Shortly after my purchase of the SanDisk Cruzer Mini I discovered something better, smaller, and a whole lot more fun. I discovered the SanDisk Cruzer Micro. Once you ignore the price and stand in awe of its tiny yet beautiful shape, you too will want one, possibly two of these wonderful little flash drives. Available in 128MB, 256MB and 512MB, this flash drive can be affordable for even a jobless college student (ie ME). SanDisk will be releasing a 2GB and a 4GB Micro in 2005, but expect a hefty price tag.
Recommend this product?
Alas, we have evolved...
Now how can a flash drive evolve? A couple years ago I bought a SanDisk Cruzer. This now clunky object had no internal memory, it instead relied upon a Secure Digital card that you inserted into the device. Due to its size, the Cruzer came with a little 3 inch USB cable so you could actually connect it to your desktop computer. Once flash drives with their own memory came out I was fascinated with the idea of no more floppy disk drives. The unpleasant experience of my 10 page story for 7th grade English disappearing the night before it was due all because of an evil floppy disk still haunts me to this day. I bought that Mini and soon came to love it, until the Micro evolved. This little thing even has a Cruzer Micro MP3 Companion that you can buy to listen to music.
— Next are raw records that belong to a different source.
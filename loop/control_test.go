package loop

import (
	"math"
	"math/rand/v2"
	"testing"

	"github.com/fadeloop/fadeloop/fading"
)

// TestControllerStepMatchesLinearForm: Controller.Step decides one-bit
// commands from the SIR error in dB when it is clear of 0, and in linear
// units (estimate m = 10^(x/10)·e^(σ·z), up when m/γ < 1) otherwise. Its
// answers must equal, bit for bit, those of the linear form alone, run
// here on a bank with the same random streams: measurements exactly at the
// target (starting at −2 dB, where 10^(−0.2)·(1/10^(−0.2)) rounds below 1
// and the linear form says up), within 1e−13 … 1e−6 dB of it and far from it, with and without
// estimation error and command errors, fixed and adaptive steps, delays 0
// and 2, and block results moving the target.
func TestControllerStepMatchesLinearForm(t *testing.T) {
	type setup struct {
		cmd     Command
		delay   int
		sigmaDB float64
		errP    float64
	}
	var setups []setup
	for _, cmd := range []Command{CommandFixedStep, CommandAdaptive} {
		for _, delay := range []int{0, 2} {
			for _, sigma := range []float64{0, 1} {
				for _, errP := range []float64{0, 0.05} {
					setups = append(setups, setup{cmd, delay, sigma, errP})
				}
			}
		}
	}
	offsets := []float64{0, 1e-13, -1e-13, 1e-10, -1e-10, 1e-6, -1e-6, 0.5, -0.5, 3, -3, 40, -40}
	for _, s := range setups {
		il := InnerLoop{Mode: InnerModeClosedLoop, Command: s.cmd, UpdateRateHz: 1500, StepDB: 1, FeedbackDelaySlots: s.delay,
			CommandErrorProb: s.errP, MinPowerDBm: -50, MaxPowerDBm: 24, InitialPower: InitialPowerFixed, InitialPowerDBm: 0.3}
		ol := OuterLoop{Enabled: true, BLERTarget: 0.1, BlockSlots: 15, UpStepDB: 0.7, MinTargetDB: -10, MaxTargetDB: 20, InitialTargetDB: -2}
		rcv := Receiver{ChipRateHz: 3.84e6, BitRateBps: 12.2e3, SIREstimationErrorDB: s.sigmaDB, SIRAveragingSlots: 1}
		const seed, user = 9, 3
		c, err := NewController(il, ol, rcv, 100, seed, user)
		if err != nil {
			t.Fatal(err)
		}
		// The reference: the bank's linear form with the same streams.
		ref := newBank(1, il, ol, 1, []float64{dbToLin(il.InitialPowerDBm)})
		measRand := fading.NewStream(seed, user, 0, streamMeasErr)
		cmdRand := fading.NewStream(seed, user, 0, streamCmdErr)
		sigmaLn := s.sigmaDB * math.Ln10 / 10
		r := rand.New(rand.NewPCG(1, 2))
		var fastShare int
		const slots = 3000
		for slot := range slots {
			var blockErr *bool
			if slot%15 == 14 {
				e := r.IntN(10) == 0
				blockErr = &e
			}
			x := c.TargetDB() + offsets[r.IntN(len(offsets))]
			if blockErr != nil {
				ref.blockEnd(0, *blockErr)
				// The target moves first: measure against the new one.
				x = ref.targetDB[0] + offsets[r.IntN(len(offsets))]
			}
			got := c.Step(x, blockErr)

			m := dbToLin(x)
			if sigmaLn > 0 {
				m *= math.Exp(sigmaLn * measRand.NormFloat64())
			}
			var off []uint8
			if s.errP > 0 {
				k := uint8(0)
				if cmdRand.Float64() < s.errP {
					k = uint8(1 + cmdRand.IntN(len(ref.levelDB)-1))
				}
				off = []uint8{k}
			}
			if math.Abs((x-ref.targetDB[0])*math.Ln10/10) > decisionGuard {
				fastShare++
			}
			ref.decide([]float64{m}, off, nil)
			ref.apply()
			want := ControlDecision{CommandDB: ref.commandDB(0), PowerDBm: linToDB(ref.p[0]), TargetDB: ref.targetDB[0]}
			if got != want {
				t.Fatalf("%+v slot %d (SIR %v dB, target %v dB): Step %+v, linear form %+v", s, slot, x, want.TargetDB, got, want)
			}
		}
		// Both forms must have been exercised.
		if fastShare == 0 || fastShare == slots {
			t.Errorf("%+v: %d of %d slots clear of the guard, want both kinds", s, fastShare, slots)
		}
	}
}
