// InnerLoop is the inner (closed) loop shared by every user.
type InnerLoop struct {
	Mode               InnerMode    `json:"mode"`                 // FIXED_POWER, IDEAL or CLOSED_LOOP; default CLOSED_LOOP
	Command            Command      `json:"command"`              // CLOSED_LOOP command type; default FIXED_STEP
	UpdateRateHz       float64      `json:"update_rate_hz"`       // slot (update) rate in Hz, (0, 1e5]; default 1500
	StepDB             float64      `json:"step_db"`              // FIXED_STEP step and ADAPTIVE base step in dB, (0, 10]; default 1
	LevelsDB           []float64    `json:"levels_db"`            // MULTI_LEVEL commands in dB, 2 to 16, strictly ascending, [−20, 20]; default [−1, 0, 1, 3]
	ThresholdsDB       []float64    `json:"thresholds_db"`        // MULTI_LEVEL SIR-error thresholds in dB, len(levels)−1, strictly ascending; default [−3, −0.5, 0.5]
	FeedbackDelaySlots int          `json:"feedback_delay_slots"` // D in slots, [0, 1000]: a command decided from slot t changes the power of slot t+1+D
	CommandErrorProb   float64      `json:"command_error_prob"`   // probability a command is received in error, [0, 0.5]
	MinPowerDBm        float64      `json:"min_power_dbm"`        // minimum transmit power in dBm, [−100, 60]
	MaxPowerDBm        float64      `json:"max_power_dbm"`        // maximum transmit power in dBm, > min; both 0 means [−50, 24]
	InitialPower       InitialPower `json:"initial_power"`        // OPEN_LOOP or FIXED; default OPEN_LOOP
	InitialPowerDBm    float64      `json:"initial_power_dbm"`    // INITIAL_POWER_FIXED start power in dBm, within [min, max]
	FixedPowerDBm      float64      `json:"fixed_power_dbm"`      // FIXED_POWER mode transmit power in dBm, within [min, max]
}

// OuterLoop is the SIR-target loop (the jump rule, Sampath, Kumar &
// Holtzman, IEEE VTC 1997): after each block of block_slots slots the target
// rises by up_step_db on a block error and falls by
// up_step_db·τ/(1−τ) otherwise, so that at equilibrium the achieved BLER is
// τ = bler_target.
type OuterLoop struct {
	Enabled          bool    `json:"enabled"`             // run the outer loop; when false the fixed target is initial_target_db
	BLERTarget       float64 `json:"bler_target"`         // τ, (0, 1); default 0.1
	BlockSlots       int     `json:"block_slots"`         // B, slots per block, [1, 100000]; default 15
	UpStepDB         float64 `json:"up_step_db"`          // Δ_up in dB, (0, 10]; default 0.5
	MinTargetDB      float64 `json:"min_target_db"`       // lowest target in dB, [−30, 50]
	MaxTargetDB      float64 `json:"max_target_db"`       // highest target in dB; both 0 means [−10, 30]
	InitialTargetDB  float64 `json:"initial_target_db"`   // start (or fixed) SIR target in dB, [−30, 50]
	FreezeAtMaxPower bool    `json:"freeze_at_max_power"` // hold the target while the user is at maximum power
}
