package main

import (
	"github.com/fadeloop/fadeloop/client/plots"
	"github.com/fadeloop/fadeloop/client/render"
	pb "github.com/fadeloop/fadeloop/proto/fadeloop/v1"
)

// tuneAxisPaths lists the paths of the axes.
func tuneAxisPaths(axes []*pb.SweepAxis) map[string]int {
	paths := map[string]int{}
	for _, a := range axes {
		paths[a.GetPath()]++
	}
	return paths
}

func autoTunePlot(axes []*pb.SweepAxis) string {
	paths := tuneAxisPaths(axes)
	if len(axes) == 2 && paths[stepPath] == 1 && paths[ratePath] == 1 {
		return "heatmap"
	}
	return "steps"
}

// checkTunePlot rejects, before any work, a plot the axes cannot give.
func checkTunePlot(ps plotSpec, axes []*pb.SweepAxis) error {
	kind := ps.kind
	if kind == "auto" {
		kind = autoTunePlot(axes)
	}
	paths := tuneAxisPaths(axes)
	switch kind {
	case "heatmap":
		if len(axes) != 2 || paths[stepPath] != 1 || paths[ratePath] != 1 {
			return badInputf("--plot heatmap=%s needs exactly the axes %s and %s", ps.file, stepPath, ratePath)
		}
	case "steps":
		if len(axes) != 1 || paths[stepPath] != 1 {
			return badInputf("--plot steps=%s needs %s as the only axis (one line per condition)", ps.file, stepPath)
		}
	}
	return nil
}

// plotTune draws one plot of a recommendation.
func plotTune(ps plotSpec, title string, axes []*pb.SweepAxis, rec *pb.Recommendation) error {
	kind := ps.kind
	if kind == "auto" {
		kind = autoTunePlot(axes)
	}
	if title == "" {
		title = "fadeloop tune"
	}
	var (
		fig *plots.Figure
		err error
	)
	switch kind {
	case "heatmap":
		g, ok := render.TuneObjectiveGrid(rec)
		if !ok {
			return badInputf("--plot heatmap=%s needs exactly the axes %s and %s", ps.file, stepPath, ratePath)
		}
		fig, err = plots.HeatMap(g.Objective+" over step × update rate — "+title, g)
	case "steps":
		ls, ok := render.TuneStepLines(rec)
		if !ok {
			return badInputf("--plot steps=%s needs %s as the only axis", ps.file, stepPath)
		}
		fig, err = plots.StepSensitivity("Outage and SIR error spread against step size per condition — "+title, ls)
	default:
		return badInputf("unknown plot kind %q", kind)
	}
	if err != nil {
		return err
	}
	return fig.Save(ps.file)
}
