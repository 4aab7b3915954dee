package main

import (
	"encoding/csv"
	"os"
	"path/filepath"
	"strings"
	"testing"
)

// TestCapacityCommandLayout: capacity on the multi-cell example (7 sites ×
// 3 sectors = 21 cells) counts users per cell in every output — table,
// CSV (users_per_cell, layout_users, load_feasible empty) and the HTML
// report, which records the multi-cell engine that ran the search — and
// never claims a feasible load or "users in all".
func TestCapacityCommandLayout(t *testing.T) {
	dir := t.TempDir()
	report, town := filepath.Join(dir, "cap.html"), filepath.Join(dir, "town.yaml")
	if err := os.WriteFile(town, multiCellScenarioYAML, 0o644); err != nil { // fadeloop example --multi-cell
		t.Fatal(err)
	}
	args := []string{"capacity", town, "--slots", "300", "--quiet", "--direct",
		"--outage-limit", "0.2", "--min-count", "2", "--max-count", "4", "--replications", "2"}
	r := ok(t, append(args, "--report", report)...)
	for _, want := range []string{"users per cell (", "in the layout's 21 cells", "feasibility not computed in multi-cell mode",
		"Pole capacity of one cell (Gilhousen et al. 1991)", "measured in the layout"} {
		if !strings.Contains(r.stdout, want) {
			t.Errorf("capacity table lacks %q:\n%s", want, r.stdout)
		}
	}
	for _, bad := range []string{"users in all", "  feasible  ", "f = 0,"} {
		if strings.Contains(r.stdout, bad) {
			t.Errorf("capacity table has %q:\n%s", bad, r.stdout)
		}
	}
	page, err := os.ReadFile(report)
	if err != nil {
		t.Fatal(err)
	}
	for _, want := range []string{"users per cell (", "fadeloop-multicell/", "2 per count"} {
		if !strings.Contains(string(page), want) {
			t.Errorf("capacity report lacks %q", want)
		}
	}
	if strings.Contains(string(page), "not recorded in this result") {
		t.Error("capacity report: engine version not recorded")
	}
	r = ok(t, append(args, "--format", "csv")...)
	rows, err := csv.NewReader(strings.NewReader(r.stdout)).ReadAll()
	if err != nil {
		t.Fatal(err)
	}
	col := map[string]int{}
	for i, h := range rows[0] {
		col[h] = i
	}
	if _, ok := col["total_users"]; ok {
		t.Errorf("layout capacity CSV has total_users (it holds users per cell): %v", rows[0])
	}
	for _, row := range rows[1:] {
		per, all, feas := row[col["users_per_cell"]], row[col["layout_users"]], row[col["load_feasible"]]
		if per == "" || all == "" || feas != "" {
			t.Errorf("row %v: users_per_cell %q, layout_users %q, load_feasible %q (want empty)", row, per, all, feas)
		}
	}
}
Another useful feature is the lock option. Your Micro will automatically have a folder that requires a password to enter (you need to make the password). This is a great feature to hide files if you are letting someone use your flash drive.
You can store virtually anything you want on a SanDisk Cruzer Micro as long as it fits. I trust my 256MB to hold all of my important Air Force files, presentations and letters. I don't even trust my computer to hold these files. To use the Micro you simply remove the mildly annoying plastic cap and insert it into your USB port. Your computer should automatically recognize it and it will pop up that it found new hardware. Saving to it is as simple as saving to a floppy disk. Simply select the removable storage device (mine is usually F: ), type in the file name and hit save. Your computer may take a minute from the time you put it into your computer to the time you can save on it so don't worry if you can't find it right away. If all else fails, you can access the Micro through My Computer (on Windows systems).
The Cruzer Micro is compatible with Windows 98SE, ME, 2000, XP and Mac OS 9.1.x+, OS X v10.1.2+ and is certified with Windows XP and Mac OS X. If you're running on an older system than these, you probably don't have a USB port.
With USB 2.0, you don't have to worry about it taking a long time to save. If you have 1.1 don't worry, it still works. Your only problem is reading the popup that says a high speed device has been plugged into a low speed port. You can be like me on this one, ignore it. My new HP laptop (recently scratched by my laundry basket throwing mother) came with 3 USB 2.0 ports and has no problem with this flash drive. With a 2.0 port you should get about 3 megabytes per second of read/write capability and slower with a 1.1 port. With a simple Microsoft Word document you won't even notice the difference.
Micro means small
The Micro is about half the size of the Mini, but has the potential to currently hold up to 512MB. The Micro is just over 2" long, 3/4" wide and only 3/8" tall. When plugged into your computer the length is cut down to a little over an inch and a half. This is a big improvement over the Mini, which I was always terrified that I would snap off when using my old Toshiba (lemon) laptop. Another noticeable change is that the LED is a beautiful bright blue color, which happens to match the an LED on my laptop.
A layer of clear durable plastic covers the metal part of this device. A U-shaped piece is located opposite of the USB part which is used for the lanyard (if you keep this thing around your neck you have issues). Instead of the cheap "paint" that was used on the Mini, the Micro has simple white decalish letters on the case which I have yet to wear off.
Dargen Durability Trials
I bought this on September 9, 2004 (thanks Amazon) and it looks brand new. I have dropped it off my loft, stepped on it, thrown it in my backpack, determined that it does in fact bounce, and have repeatedly nibbled on it. With my recent success in breaking a MagLite flashlight I am saddened that I cannot break this little device, but at the same time I am fascinated with its capabilities. If your Micro is defective (workmanship and manufacturing defects) SanDisk has a 2 year limited warranty.
Inside your plastic annoying package is your SanDisk Cruzer Micro, a lanyard, a clear cap, a protective sleeve, quickstart guide, and driver information.
I hate the cap. This tiny thing in no way attaches to the Micro. It stay on loosely for short periods of time and falls off rather quickly. This defeats the purpose of even having a cap. SanDisk claims that replacement caps will be available for purchase in January, but don't waste your money.
If left in your computer for more than an hour, the Micro gets noticeably hot. I recommend taking it out of your computer when not in use. I've left mine in the computer for weeks at a time so I can honestly say that this heat will not hurt your Micro, its just annoying.
Since September the Amazon.com price has dropped from 38.94 to 30.97 . For an extra 20 bucks you can upgrade to the 512MB.